▶ _PROBLEM TO WORK ON_: Your result should be the lines holding the word "practice", copied from the entries below.

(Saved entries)

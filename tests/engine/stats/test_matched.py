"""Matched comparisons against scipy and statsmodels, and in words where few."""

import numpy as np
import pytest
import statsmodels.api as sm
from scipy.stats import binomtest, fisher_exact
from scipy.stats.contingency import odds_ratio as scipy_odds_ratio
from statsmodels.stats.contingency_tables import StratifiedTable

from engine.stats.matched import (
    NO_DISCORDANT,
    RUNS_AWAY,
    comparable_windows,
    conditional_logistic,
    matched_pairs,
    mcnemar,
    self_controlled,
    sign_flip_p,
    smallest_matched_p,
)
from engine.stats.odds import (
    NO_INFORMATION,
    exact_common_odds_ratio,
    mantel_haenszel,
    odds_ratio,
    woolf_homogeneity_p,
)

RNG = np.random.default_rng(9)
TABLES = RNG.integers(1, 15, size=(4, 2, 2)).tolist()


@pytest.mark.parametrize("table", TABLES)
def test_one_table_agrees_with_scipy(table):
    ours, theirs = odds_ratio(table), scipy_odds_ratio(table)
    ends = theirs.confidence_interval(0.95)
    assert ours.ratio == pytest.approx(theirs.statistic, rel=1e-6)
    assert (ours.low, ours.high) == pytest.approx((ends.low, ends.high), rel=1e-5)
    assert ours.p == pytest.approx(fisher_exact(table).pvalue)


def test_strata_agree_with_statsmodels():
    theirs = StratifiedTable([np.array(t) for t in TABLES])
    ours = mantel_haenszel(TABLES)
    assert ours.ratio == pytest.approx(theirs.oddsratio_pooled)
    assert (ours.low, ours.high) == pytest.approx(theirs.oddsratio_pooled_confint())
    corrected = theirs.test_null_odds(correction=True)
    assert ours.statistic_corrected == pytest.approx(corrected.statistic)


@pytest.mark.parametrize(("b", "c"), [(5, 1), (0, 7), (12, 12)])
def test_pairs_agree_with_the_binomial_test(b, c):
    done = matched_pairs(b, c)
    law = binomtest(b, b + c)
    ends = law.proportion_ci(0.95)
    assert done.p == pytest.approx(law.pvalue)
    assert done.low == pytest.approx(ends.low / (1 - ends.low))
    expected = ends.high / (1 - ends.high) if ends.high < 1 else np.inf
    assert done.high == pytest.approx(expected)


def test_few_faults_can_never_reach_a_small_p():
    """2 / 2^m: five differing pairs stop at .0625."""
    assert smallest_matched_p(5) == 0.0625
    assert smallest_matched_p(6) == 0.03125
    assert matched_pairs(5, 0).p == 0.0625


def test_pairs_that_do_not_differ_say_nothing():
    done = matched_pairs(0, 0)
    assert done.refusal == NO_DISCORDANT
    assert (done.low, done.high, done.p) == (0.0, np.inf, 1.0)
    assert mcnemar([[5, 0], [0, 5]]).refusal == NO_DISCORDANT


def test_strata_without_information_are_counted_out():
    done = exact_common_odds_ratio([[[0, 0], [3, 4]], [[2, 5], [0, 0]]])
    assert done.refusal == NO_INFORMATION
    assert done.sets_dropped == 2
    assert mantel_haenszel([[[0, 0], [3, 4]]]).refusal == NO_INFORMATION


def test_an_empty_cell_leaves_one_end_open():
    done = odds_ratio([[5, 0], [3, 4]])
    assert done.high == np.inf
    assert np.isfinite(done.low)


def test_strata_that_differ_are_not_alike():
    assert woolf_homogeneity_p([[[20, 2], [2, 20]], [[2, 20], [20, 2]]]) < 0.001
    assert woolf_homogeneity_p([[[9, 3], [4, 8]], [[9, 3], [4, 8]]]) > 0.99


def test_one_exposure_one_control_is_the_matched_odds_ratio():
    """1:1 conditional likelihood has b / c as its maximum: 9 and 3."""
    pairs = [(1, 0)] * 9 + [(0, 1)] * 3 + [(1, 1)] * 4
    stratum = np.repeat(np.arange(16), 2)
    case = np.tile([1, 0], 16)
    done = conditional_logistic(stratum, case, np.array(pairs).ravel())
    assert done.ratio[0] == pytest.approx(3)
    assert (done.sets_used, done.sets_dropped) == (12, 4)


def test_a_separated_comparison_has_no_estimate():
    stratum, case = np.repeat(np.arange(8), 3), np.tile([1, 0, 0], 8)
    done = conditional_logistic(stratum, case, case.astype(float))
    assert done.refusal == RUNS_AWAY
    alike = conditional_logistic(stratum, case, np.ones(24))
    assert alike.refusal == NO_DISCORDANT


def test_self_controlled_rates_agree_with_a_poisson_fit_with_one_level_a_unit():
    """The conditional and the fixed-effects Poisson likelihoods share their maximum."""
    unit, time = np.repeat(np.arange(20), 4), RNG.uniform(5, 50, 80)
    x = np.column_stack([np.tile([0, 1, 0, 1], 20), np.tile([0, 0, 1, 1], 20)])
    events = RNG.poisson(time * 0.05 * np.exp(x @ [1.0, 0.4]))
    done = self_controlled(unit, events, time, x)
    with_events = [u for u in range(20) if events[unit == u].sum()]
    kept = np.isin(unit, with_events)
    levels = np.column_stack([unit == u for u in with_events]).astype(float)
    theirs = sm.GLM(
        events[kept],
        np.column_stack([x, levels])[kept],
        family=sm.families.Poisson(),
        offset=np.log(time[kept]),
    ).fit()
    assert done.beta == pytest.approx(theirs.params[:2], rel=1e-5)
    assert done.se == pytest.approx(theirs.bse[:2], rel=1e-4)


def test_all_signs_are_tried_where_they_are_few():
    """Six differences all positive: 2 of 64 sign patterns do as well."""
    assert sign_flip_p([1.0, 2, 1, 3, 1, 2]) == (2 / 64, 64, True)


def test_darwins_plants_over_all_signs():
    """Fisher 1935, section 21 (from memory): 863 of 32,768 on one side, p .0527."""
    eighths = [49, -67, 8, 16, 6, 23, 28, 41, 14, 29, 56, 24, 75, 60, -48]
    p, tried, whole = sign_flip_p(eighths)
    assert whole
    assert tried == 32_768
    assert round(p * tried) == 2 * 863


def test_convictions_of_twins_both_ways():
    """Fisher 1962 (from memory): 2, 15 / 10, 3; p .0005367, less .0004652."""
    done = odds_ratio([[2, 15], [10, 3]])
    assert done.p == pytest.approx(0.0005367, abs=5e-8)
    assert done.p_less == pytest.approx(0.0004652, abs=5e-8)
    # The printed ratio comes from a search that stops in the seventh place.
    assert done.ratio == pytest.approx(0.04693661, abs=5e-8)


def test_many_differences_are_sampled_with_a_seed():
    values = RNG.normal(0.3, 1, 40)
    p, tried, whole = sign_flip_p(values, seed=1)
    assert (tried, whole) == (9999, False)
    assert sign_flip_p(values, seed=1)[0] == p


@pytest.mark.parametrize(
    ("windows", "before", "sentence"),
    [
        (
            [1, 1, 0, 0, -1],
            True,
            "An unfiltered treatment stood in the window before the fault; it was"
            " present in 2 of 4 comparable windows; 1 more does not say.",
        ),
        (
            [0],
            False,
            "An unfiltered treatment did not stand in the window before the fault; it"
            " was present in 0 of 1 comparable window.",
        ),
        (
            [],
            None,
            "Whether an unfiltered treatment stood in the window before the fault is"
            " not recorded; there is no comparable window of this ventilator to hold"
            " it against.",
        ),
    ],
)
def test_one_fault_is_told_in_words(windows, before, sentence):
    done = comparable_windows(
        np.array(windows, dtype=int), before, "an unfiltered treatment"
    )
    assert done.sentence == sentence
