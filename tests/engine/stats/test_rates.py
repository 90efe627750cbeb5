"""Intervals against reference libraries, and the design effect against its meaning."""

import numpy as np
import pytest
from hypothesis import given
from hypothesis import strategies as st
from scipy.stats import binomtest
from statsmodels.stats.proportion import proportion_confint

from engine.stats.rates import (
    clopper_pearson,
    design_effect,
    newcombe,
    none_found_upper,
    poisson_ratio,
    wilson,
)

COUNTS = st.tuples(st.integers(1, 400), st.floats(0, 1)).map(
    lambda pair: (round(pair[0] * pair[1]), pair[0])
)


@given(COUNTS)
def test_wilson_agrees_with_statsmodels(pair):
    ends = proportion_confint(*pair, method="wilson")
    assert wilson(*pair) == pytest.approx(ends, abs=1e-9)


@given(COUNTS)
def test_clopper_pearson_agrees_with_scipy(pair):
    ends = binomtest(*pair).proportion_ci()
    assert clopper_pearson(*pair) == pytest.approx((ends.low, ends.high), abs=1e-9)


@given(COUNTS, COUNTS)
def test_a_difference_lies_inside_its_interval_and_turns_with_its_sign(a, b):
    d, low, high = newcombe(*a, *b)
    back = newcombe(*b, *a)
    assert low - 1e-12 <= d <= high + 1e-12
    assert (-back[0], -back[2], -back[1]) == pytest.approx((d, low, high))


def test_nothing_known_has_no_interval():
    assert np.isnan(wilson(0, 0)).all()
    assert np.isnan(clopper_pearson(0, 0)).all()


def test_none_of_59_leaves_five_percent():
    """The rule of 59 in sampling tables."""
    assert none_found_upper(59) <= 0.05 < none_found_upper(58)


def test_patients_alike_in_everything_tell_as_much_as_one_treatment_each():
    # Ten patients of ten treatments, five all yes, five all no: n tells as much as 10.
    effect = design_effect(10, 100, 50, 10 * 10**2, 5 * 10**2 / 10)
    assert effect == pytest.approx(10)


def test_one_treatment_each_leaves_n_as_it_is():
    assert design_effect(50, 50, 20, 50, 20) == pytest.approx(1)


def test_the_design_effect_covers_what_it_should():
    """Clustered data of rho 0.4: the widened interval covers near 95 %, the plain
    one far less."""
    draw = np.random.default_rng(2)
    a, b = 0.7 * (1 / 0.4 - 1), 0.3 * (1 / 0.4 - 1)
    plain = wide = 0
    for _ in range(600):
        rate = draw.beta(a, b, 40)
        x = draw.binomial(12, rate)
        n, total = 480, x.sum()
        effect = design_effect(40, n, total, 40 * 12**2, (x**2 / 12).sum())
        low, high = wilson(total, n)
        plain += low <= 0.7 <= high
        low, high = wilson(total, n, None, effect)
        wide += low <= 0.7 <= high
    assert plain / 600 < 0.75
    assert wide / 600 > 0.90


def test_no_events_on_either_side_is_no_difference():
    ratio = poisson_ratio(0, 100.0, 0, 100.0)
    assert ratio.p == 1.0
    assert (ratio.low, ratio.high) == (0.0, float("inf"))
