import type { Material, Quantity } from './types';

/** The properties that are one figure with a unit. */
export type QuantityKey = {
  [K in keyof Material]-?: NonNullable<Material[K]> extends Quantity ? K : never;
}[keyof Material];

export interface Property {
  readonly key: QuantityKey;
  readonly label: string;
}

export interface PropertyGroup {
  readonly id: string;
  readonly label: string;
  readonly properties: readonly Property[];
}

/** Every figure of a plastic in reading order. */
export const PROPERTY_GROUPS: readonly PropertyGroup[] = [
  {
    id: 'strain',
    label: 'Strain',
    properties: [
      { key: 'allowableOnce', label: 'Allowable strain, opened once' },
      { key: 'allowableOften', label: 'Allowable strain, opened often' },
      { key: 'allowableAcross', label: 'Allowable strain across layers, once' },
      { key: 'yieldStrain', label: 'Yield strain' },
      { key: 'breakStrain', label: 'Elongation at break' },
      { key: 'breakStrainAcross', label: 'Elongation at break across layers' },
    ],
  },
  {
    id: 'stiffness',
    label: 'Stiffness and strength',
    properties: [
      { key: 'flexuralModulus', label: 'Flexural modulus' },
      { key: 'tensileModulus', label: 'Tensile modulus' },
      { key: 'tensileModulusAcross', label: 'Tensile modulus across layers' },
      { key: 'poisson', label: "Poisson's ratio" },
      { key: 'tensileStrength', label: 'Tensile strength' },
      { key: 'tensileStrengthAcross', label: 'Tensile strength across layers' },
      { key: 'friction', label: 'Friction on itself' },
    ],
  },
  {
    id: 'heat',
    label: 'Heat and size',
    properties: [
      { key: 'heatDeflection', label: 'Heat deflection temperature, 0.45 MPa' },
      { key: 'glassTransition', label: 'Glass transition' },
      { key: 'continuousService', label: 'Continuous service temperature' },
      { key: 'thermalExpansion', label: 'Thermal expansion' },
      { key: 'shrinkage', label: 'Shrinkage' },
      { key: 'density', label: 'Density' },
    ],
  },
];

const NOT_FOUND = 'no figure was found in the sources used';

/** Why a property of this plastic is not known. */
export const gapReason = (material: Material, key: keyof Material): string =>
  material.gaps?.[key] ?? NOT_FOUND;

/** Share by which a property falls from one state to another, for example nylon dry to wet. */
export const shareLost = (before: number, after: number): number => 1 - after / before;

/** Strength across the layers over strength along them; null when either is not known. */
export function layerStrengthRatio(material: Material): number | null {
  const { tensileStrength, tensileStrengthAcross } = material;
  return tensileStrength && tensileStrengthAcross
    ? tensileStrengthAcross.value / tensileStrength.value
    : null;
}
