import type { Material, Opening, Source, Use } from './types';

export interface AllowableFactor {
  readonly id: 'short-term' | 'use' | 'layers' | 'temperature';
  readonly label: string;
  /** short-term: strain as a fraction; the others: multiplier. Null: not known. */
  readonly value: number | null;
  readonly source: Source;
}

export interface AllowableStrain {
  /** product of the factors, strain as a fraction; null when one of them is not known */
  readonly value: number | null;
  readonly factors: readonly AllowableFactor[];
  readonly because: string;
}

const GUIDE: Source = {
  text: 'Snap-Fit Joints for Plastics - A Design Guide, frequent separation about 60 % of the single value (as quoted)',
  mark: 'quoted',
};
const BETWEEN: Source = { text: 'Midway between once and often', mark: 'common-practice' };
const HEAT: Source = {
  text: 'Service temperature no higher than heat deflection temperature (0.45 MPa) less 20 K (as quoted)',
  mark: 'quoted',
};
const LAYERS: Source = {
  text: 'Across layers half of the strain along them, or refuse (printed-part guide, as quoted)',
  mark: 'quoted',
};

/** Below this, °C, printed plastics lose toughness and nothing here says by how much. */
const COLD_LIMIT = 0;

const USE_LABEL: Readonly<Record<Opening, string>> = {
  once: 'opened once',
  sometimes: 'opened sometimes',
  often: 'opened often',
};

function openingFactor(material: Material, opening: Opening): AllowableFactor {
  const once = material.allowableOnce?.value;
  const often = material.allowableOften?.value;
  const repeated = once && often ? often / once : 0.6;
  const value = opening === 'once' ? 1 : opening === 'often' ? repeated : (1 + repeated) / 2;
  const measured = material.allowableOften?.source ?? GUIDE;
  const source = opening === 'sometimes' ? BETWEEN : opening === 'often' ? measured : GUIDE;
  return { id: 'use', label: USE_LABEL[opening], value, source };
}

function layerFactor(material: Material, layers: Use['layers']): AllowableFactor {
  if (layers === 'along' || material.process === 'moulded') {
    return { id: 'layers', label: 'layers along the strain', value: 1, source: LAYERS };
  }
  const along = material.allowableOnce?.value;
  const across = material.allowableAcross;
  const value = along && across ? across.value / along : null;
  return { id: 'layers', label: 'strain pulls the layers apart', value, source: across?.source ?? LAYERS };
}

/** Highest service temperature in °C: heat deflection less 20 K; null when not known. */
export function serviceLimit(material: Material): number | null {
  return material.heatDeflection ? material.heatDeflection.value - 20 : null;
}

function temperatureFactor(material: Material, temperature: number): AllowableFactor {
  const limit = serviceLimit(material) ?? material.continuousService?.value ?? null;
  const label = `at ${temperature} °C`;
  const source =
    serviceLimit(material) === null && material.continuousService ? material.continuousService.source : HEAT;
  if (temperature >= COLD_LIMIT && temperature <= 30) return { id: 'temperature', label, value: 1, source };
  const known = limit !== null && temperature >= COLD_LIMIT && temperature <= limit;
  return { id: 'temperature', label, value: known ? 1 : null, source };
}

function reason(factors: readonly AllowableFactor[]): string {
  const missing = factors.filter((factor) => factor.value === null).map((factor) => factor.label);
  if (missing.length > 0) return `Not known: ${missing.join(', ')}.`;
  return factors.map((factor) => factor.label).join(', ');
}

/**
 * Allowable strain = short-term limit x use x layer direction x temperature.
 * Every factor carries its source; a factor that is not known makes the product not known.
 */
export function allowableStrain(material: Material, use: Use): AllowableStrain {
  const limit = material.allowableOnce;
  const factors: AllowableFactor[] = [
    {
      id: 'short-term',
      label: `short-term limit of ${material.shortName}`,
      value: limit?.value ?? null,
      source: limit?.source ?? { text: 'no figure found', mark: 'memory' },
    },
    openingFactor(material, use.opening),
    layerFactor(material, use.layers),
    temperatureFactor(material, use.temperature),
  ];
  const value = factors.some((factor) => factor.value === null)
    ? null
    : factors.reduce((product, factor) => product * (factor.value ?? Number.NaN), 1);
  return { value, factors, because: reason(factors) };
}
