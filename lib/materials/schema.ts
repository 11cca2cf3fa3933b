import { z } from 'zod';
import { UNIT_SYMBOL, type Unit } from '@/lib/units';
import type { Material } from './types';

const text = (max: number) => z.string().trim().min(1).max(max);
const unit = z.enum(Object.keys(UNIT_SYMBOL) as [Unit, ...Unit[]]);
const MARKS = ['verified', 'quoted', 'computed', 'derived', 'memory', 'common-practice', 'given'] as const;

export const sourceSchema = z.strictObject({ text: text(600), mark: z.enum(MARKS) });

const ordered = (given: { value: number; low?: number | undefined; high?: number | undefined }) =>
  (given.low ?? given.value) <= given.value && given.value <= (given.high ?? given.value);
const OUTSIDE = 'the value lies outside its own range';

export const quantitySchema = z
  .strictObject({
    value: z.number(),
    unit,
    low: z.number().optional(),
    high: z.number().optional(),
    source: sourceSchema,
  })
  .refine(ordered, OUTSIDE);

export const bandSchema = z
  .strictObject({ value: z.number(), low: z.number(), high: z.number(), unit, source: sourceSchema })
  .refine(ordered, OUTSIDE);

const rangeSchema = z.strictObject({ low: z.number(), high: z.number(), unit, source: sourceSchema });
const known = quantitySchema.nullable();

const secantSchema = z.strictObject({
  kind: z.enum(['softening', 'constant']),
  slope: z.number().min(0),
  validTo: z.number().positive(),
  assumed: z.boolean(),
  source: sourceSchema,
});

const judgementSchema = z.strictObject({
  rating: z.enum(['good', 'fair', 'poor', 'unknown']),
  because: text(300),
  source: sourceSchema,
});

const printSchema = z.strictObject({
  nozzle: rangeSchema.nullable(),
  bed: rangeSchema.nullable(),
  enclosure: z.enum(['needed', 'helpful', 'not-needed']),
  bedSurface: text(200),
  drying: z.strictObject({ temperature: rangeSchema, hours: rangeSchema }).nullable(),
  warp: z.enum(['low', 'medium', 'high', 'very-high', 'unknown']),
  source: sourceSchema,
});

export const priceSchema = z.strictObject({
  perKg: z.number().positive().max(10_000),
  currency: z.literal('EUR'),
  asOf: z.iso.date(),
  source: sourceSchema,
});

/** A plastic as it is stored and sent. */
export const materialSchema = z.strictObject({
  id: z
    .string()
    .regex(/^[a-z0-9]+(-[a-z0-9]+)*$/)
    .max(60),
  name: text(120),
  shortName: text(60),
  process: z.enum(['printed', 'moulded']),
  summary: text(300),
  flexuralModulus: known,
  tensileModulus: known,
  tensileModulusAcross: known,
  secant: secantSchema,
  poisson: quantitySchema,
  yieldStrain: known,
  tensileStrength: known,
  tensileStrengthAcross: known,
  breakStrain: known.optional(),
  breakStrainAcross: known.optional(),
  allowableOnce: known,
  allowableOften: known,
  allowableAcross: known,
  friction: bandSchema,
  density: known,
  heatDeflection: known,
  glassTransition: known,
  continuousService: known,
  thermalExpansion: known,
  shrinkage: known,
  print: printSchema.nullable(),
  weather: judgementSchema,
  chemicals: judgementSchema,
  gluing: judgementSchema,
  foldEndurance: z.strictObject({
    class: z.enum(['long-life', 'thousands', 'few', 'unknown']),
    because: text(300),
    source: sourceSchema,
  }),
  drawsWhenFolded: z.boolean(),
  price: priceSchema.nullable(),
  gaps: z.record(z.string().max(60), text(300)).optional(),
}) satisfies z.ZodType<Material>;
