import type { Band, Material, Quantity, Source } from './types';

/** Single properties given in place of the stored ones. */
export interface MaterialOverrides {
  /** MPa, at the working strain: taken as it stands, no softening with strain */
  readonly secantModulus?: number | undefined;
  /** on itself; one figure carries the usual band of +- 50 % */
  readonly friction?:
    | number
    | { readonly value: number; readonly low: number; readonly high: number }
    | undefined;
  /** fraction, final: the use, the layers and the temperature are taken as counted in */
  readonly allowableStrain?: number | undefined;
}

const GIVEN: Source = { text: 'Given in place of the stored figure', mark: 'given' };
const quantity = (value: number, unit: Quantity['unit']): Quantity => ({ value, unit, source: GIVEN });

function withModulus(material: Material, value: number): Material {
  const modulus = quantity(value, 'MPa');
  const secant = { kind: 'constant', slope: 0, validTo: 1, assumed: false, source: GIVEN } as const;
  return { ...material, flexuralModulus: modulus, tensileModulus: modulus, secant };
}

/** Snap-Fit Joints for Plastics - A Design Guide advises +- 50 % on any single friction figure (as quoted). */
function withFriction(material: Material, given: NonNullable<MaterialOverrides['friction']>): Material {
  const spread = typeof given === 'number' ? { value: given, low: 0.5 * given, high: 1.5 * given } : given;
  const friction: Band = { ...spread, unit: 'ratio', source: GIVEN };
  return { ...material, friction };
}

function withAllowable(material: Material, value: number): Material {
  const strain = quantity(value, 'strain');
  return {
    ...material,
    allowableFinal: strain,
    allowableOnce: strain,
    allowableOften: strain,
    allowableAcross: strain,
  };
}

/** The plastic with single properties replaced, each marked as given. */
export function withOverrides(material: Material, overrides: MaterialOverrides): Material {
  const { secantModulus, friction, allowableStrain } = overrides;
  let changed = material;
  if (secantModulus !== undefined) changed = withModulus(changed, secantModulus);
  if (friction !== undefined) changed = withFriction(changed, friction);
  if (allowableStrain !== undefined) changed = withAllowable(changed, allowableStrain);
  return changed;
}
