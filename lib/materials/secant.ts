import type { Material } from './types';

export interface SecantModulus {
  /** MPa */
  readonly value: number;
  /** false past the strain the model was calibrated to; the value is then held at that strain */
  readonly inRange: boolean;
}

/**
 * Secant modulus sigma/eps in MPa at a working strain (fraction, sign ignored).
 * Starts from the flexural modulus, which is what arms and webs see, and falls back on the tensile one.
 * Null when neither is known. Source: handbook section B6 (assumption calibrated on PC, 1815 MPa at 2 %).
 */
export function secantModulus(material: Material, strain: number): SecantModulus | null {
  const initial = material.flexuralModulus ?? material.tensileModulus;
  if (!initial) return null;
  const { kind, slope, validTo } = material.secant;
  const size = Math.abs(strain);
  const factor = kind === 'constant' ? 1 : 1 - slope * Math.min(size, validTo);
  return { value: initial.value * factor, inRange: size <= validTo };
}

▶ _FINAL ANSWER_:
const BETWEEN: Source = { text: 'Midway between once and often', mark: 'common-practice' };
const MARKS = ['verified', 'quoted', 'computed', 'derived', 'memory', 'common-practice', 'given'] as const;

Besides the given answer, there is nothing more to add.